Anyway, on episode 898 you had a listener letter about a point being an infinitesimal, a concept from mathematics, and therefore saying a data point was not correct. I wanted to throw in my 2 cents and say that the same word means something different depending on the context. The point of a knife is definitely not infinitesimal nor is the point of an argument or the point of a policy. In the case of a point of data we are generally referring to a single record, and single value within a table, or a single recording. In these ways a point really means a single discrete sample rather than a trend or a conclusion. A plurality of points go into “the data” and can then be analysed to come to a conclusion.

Hopefully we can have someone in the Prime Ministership who can see what the point of office is and stop attacking trans kids, alienating allies, and funneling cash to friends.

Thanks for the awesome show!


Jeff writes:

Hello TWiVers,

In TWiV 898 you read a letter from Charles asking whether vaccination provides short term sterilizing immunity and whether there may be reduced seroconversion rates.  Coincidentally, I was researching this seroconversion question this week and found some results from the Moderna Phase 3 vaccine trial.  They concluded as follows:

“Among participants in the mRNA-1273 vaccine efficacy trial with PCR-confirmed Covid-19, antinucleocapsid antibody seroconversion at the time of study unblinding (median 53 days post diagnosis and 149 days post enrollment) occurred in 40% of the mRNA-1273 vaccine recipients vs. 93% of the placebo recipients, a significant difference. Higher SARS-CoV-2 viral copy number upon diagnosis was associated with a greater chance of anti-nucleocapsid antibody seropositivity (odds ratio 1.90 per 1-log increase; 95% confidence interval 1.59, 2.28). All infections analyzed occurred prior to the circulation of delta and omicron viral variants.”


Best Wishes,


Greg writes:

Hi TWIV Team,

Thank you for all your good work.  

Prof. Racaniello has mentioned the book “The Death of Expertise” by Tom Nichols in at least one TWIV episode and in his Richard Ernst Lecture. Along the same lines I would like to recommend the podcast “Against the Rules” by Michael Lewis, author of several best selling books such as “Moneyball” and “The Big Short”.  

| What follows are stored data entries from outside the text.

import { render } from "@react-email/render";
import type { ReactElement } from "react";
import { InvitationEmail, type InvitationProps } from "./invitation";
import { MagicLinkEmail, type MagicLinkProps } from "./magic-link";
import { NoticeEmail, type NoticeProps } from "./notice";

// Every template the outbox can send, by name. A row stores the name and the props; the worker
// renders when it sends, so a template fix applies to messages still waiting.
export type EmailTemplates = {
  "magic-link": MagicLinkProps;
  invitation: InvitationProps;
  notice: NoticeProps;
};
export type EmailTemplateName = keyof EmailTemplates;

const components: { [K in EmailTemplateName]: (props: EmailTemplates[K]) => ReactElement } = {
  "magic-link": (p) => <MagicLinkEmail {...p} />,
  invitation: (p) => <InvitationEmail {...p} />,
  notice: (p) => <NoticeEmail {...p} />,
};

export function isEmailTemplateName(name: string): name is EmailTemplateName {
  return name in components;
}

export async function renderEmail<K extends EmailTemplateName>(name: K, props: EmailTemplates[K]): Promise<{ html: string; text: string }> {
  const element = components[name](props);
  const [html, text] = await Promise.all([render(element), render(element, { plainText: true })]);
  return { html, text };
}
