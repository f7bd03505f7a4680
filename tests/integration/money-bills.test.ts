// Bills from entry to payment: the invoice attached, booked to its category against "Bills to
// pay", a second officer's approval above the club's amount (never the one who entered it),
// paid from the bank once, open for reconciliation, and in the month's profit and loss.
import { and, eq } from "drizzle-orm";
import { beforeAll, describe, expect, it } from "vitest";
import { GET as reportsRoute } from "@/app/api/clubs/[club]/money/reports/route";
import { bills, journalEntries, journalLines, ledgerAccounts, uploads } from "@/db/schema";
import { approveBillAction } from "@/lib/actions/money/approve-bill";
import { enterBillAction } from "@/lib/actions/money/enter-bill";
import { payBillAction } from "@/lib/actions/money/pay-bill";
import { saveBillApprovalAction } from "@/lib/actions/money/save-bill-approval";
import { unmatchedBookLines } from "@/db/queries/money-reconcile-match";
import { isoDateInTimeZone } from "@/lib/dates";
import { EMPTY, clubBySlug, db, form, signInAs } from "./helpers";
import { callRoute, pngFile } from "./fleet-helpers";
import { seedScenario } from "./bookings-helpers";

const SLUG = "reedwater";
const TREASURER = "treasurer@hangarline.test";
const ADMIN = "admin@hangarline.test";
const key = () => crypto.randomUUID();

function linesOf(entryId: string) {
  return db().select({ code: ledgerAccounts.code, debit: journalLines.debitMinor, credit: journalLines.creditMinor }).from(journalLines).innerJoin(ledgerAccounts, eq(ledgerAccounts.id, journalLines.accountId)).where(eq(journalLines.entryId, entryId)).all();
}

describe("bills", () => {
  let today = "";
  beforeAll(async () => {
    await seedScenario();
    today = isoDateInTimeZone(new Date(), clubBySlug(SLUG).timeZone);
  });

  it("only an admin sets the approval amount; the treasurer cannot lower their own bar", async () => {
    signInAs(TREASURER);
    expect((await saveBillApprovalAction(EMPTY, form({ club: SLUG, amount: "1000000", idempotencyKey: key() }))).ok).toBe(false);
    signInAs(ADMIN);
    const saved = await saveBillApprovalAction(EMPTY, form({ club: SLUG, amount: "1000.00", idempotencyKey: key() }));
    expect(saved, saved.message).toMatchObject({ ok: true });
    expect(saved.message).toMatch(/above \$1,000\.00/);
  });

  it("a bill above the amount: entered with its invoice, approved by a second officer, paid once, in reconciliation and the profit and loss", async () => {
    signInAs(TREASURER);
    const club = clubBySlug(SLUG);
    const bad = await enterBillAction(EMPTY, form({ club: SLUG, vendor: "Harbour Field Underwriters", billDate: today, dueOn: "2000-01-01", accountCode: "", amount: "abc", idempotencyKey: key() }));
    expect(bad.ok).toBe(false);
    expect(Object.keys(bad.fieldErrors).sort()).toEqual(expect.arrayContaining(["amount", "dueOn"]));
    expect(db().select().from(bills).all()).toHaveLength(0);

    const fields = form({ club: SLUG, vendor: "Harbour Field Underwriters", reference: "INV-0193", billDate: today, dueOn: today, accountCode: "aircraft-insurance", amount: "4,800.00", idempotencyKey: key() });
    fields.append("attachment", pngFile("invoice.png"));
    const entered = await enterBillAction(EMPTY, fields);
    expect(entered, entered.message).toMatchObject({ ok: true, data: { status: "awaiting_approval" } });
    expect(entered.message).toMatch(/waits for a second officer/);
    const billId = (entered.data as { billId: string }).billId;
    const bill = db().select().from(bills).where(eq(bills.id, billId)).get()!;
    expect(bill).toMatchObject({ amountMinor: 480_000, accountCode: "aircraft-insurance", status: "awaiting_approval" });
    expect(db().select().from(uploads).where(and(eq(uploads.subjectType, "Bill"), eq(uploads.subjectId, billId))).all()).toHaveLength(1);
    // Booked when entered: the category debited, bills to pay credited (standard accounting practice).
    expect(linesOf(bill.entryId).sort((a, b) => a.code.localeCompare(b.code))).toEqual([
      { code: "aircraft-insurance", debit: 480_000, credit: 0 },
      { code: "bills-payable", debit: 0, credit: 480_000 },
    ]);

    // Not paid before approval, and not approved by the one who entered it.
    expect((await payBillAction(EMPTY, form({ club: SLUG, billId, paidOn: today, idempotencyKey: key() }))).message).toMatch(/waits for a second officer/);
    expect((await approveBillAction(EMPTY, form({ club: SLUG, billId, idempotencyKey: key() }))).message).toMatch(/not the person who entered it/);
    signInAs("member@hangarline.test");
    expect((await approveBillAction(EMPTY, form({ club: SLUG, billId, idempotencyKey: key() }))).ok).toBe(false);
    signInAs(ADMIN);
    const approved = await approveBillAction(EMPTY, form({ club: SLUG, billId, idempotencyKey: key() }));
    expect(approved, approved.message).toMatchObject({ ok: true });

    signInAs(TREASURER);
    const k = key();
    const paid = await payBillAction(EMPTY, form({ club: SLUG, billId, paidOn: today, idempotencyKey: k }));
    expect(paid, paid.message).toMatchObject({ ok: true });
    const entries = db().select().from(journalEntries).all().length;
    expect(await payBillAction(EMPTY, form({ club: SLUG, billId, paidOn: today, idempotencyKey: k }))).toEqual(paid);
    expect((await payBillAction(EMPTY, form({ club: SLUG, billId, paidOn: today, idempotencyKey: key() }))).message).toMatch(/already paid/);
    expect(db().select().from(journalEntries).all().length).toBe(entries);
    const after = db().select().from(bills).where(eq(bills.id, billId)).get()!;
    expect(linesOf(after.paymentEntryId!).sort((a, b) => a.code.localeCompare(b.code))).toEqual([
      { code: "bank", debit: 0, credit: 480_000 },
      { code: "bills-payable", debit: 480_000, credit: 0 },
    ]);
    // The payment waits in the books for its bank statement line.
    expect(unmatchedBookLines(db(), club.id, today).some((l) => l.amountMinor === -480_000 && l.memo.includes("Harbour Field Underwriters"))).toBe(true);
    // And the month's profit and loss shows the expense under its category.
    const month = `${today.slice(0, 7)}-01`;
    const pnl = await callRoute(reportsRoute, `/api/clubs/${SLUG}/money/reports?report=profit-and-loss&from=${month}&to=${today}`, { club: SLUG });
    expect((pnl.body as { byAccount: { code: string; amountMinor: number }[] }).byAccount.find((l) => l.code === "aircraft-insurance")?.amountMinor).toBe(480_000);
  });

  it("a bill at or below the amount is ready to pay at once", async () => {
    signInAs(TREASURER);
    const entered = await enterBillAction(EMPTY, form({ club: SLUG, vendor: "Tie-down Co-op", billDate: today, dueOn: today, accountCode: "hangar-tie-down", amount: "350", idempotencyKey: key() }));
    expect(entered, entered.message).toMatchObject({ ok: true, data: { status: "approved" } });
    const refused = await enterBillAction(EMPTY, form({ club: SLUG, vendor: "Nobody", billDate: today, dueOn: today, accountCode: "bank", amount: "10", idempotencyKey: key() }));
    expect(refused.fieldErrors.accountCode?.[0]).toMatch(/Choose the category/);
  });
});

The third and most recent season of this podcast series focuses on how and why expertise tends to be underappreciated. He provides examples of 1) large organizations in which people with critical expertise often work six layers down from the top; 2) experts who are focused on solving a problem but not boasting or claiming credit; 3) experts who are overlooked because they are female.  

In the first season of this series, Lewis did a couple of episodes on how sports umpires and referees have also suffered from declining trust even though they have much better training and tools than in the past. There may be some relevant parallels to the distrust of scientists. 

Michael Lewis is an expert and compelling story teller.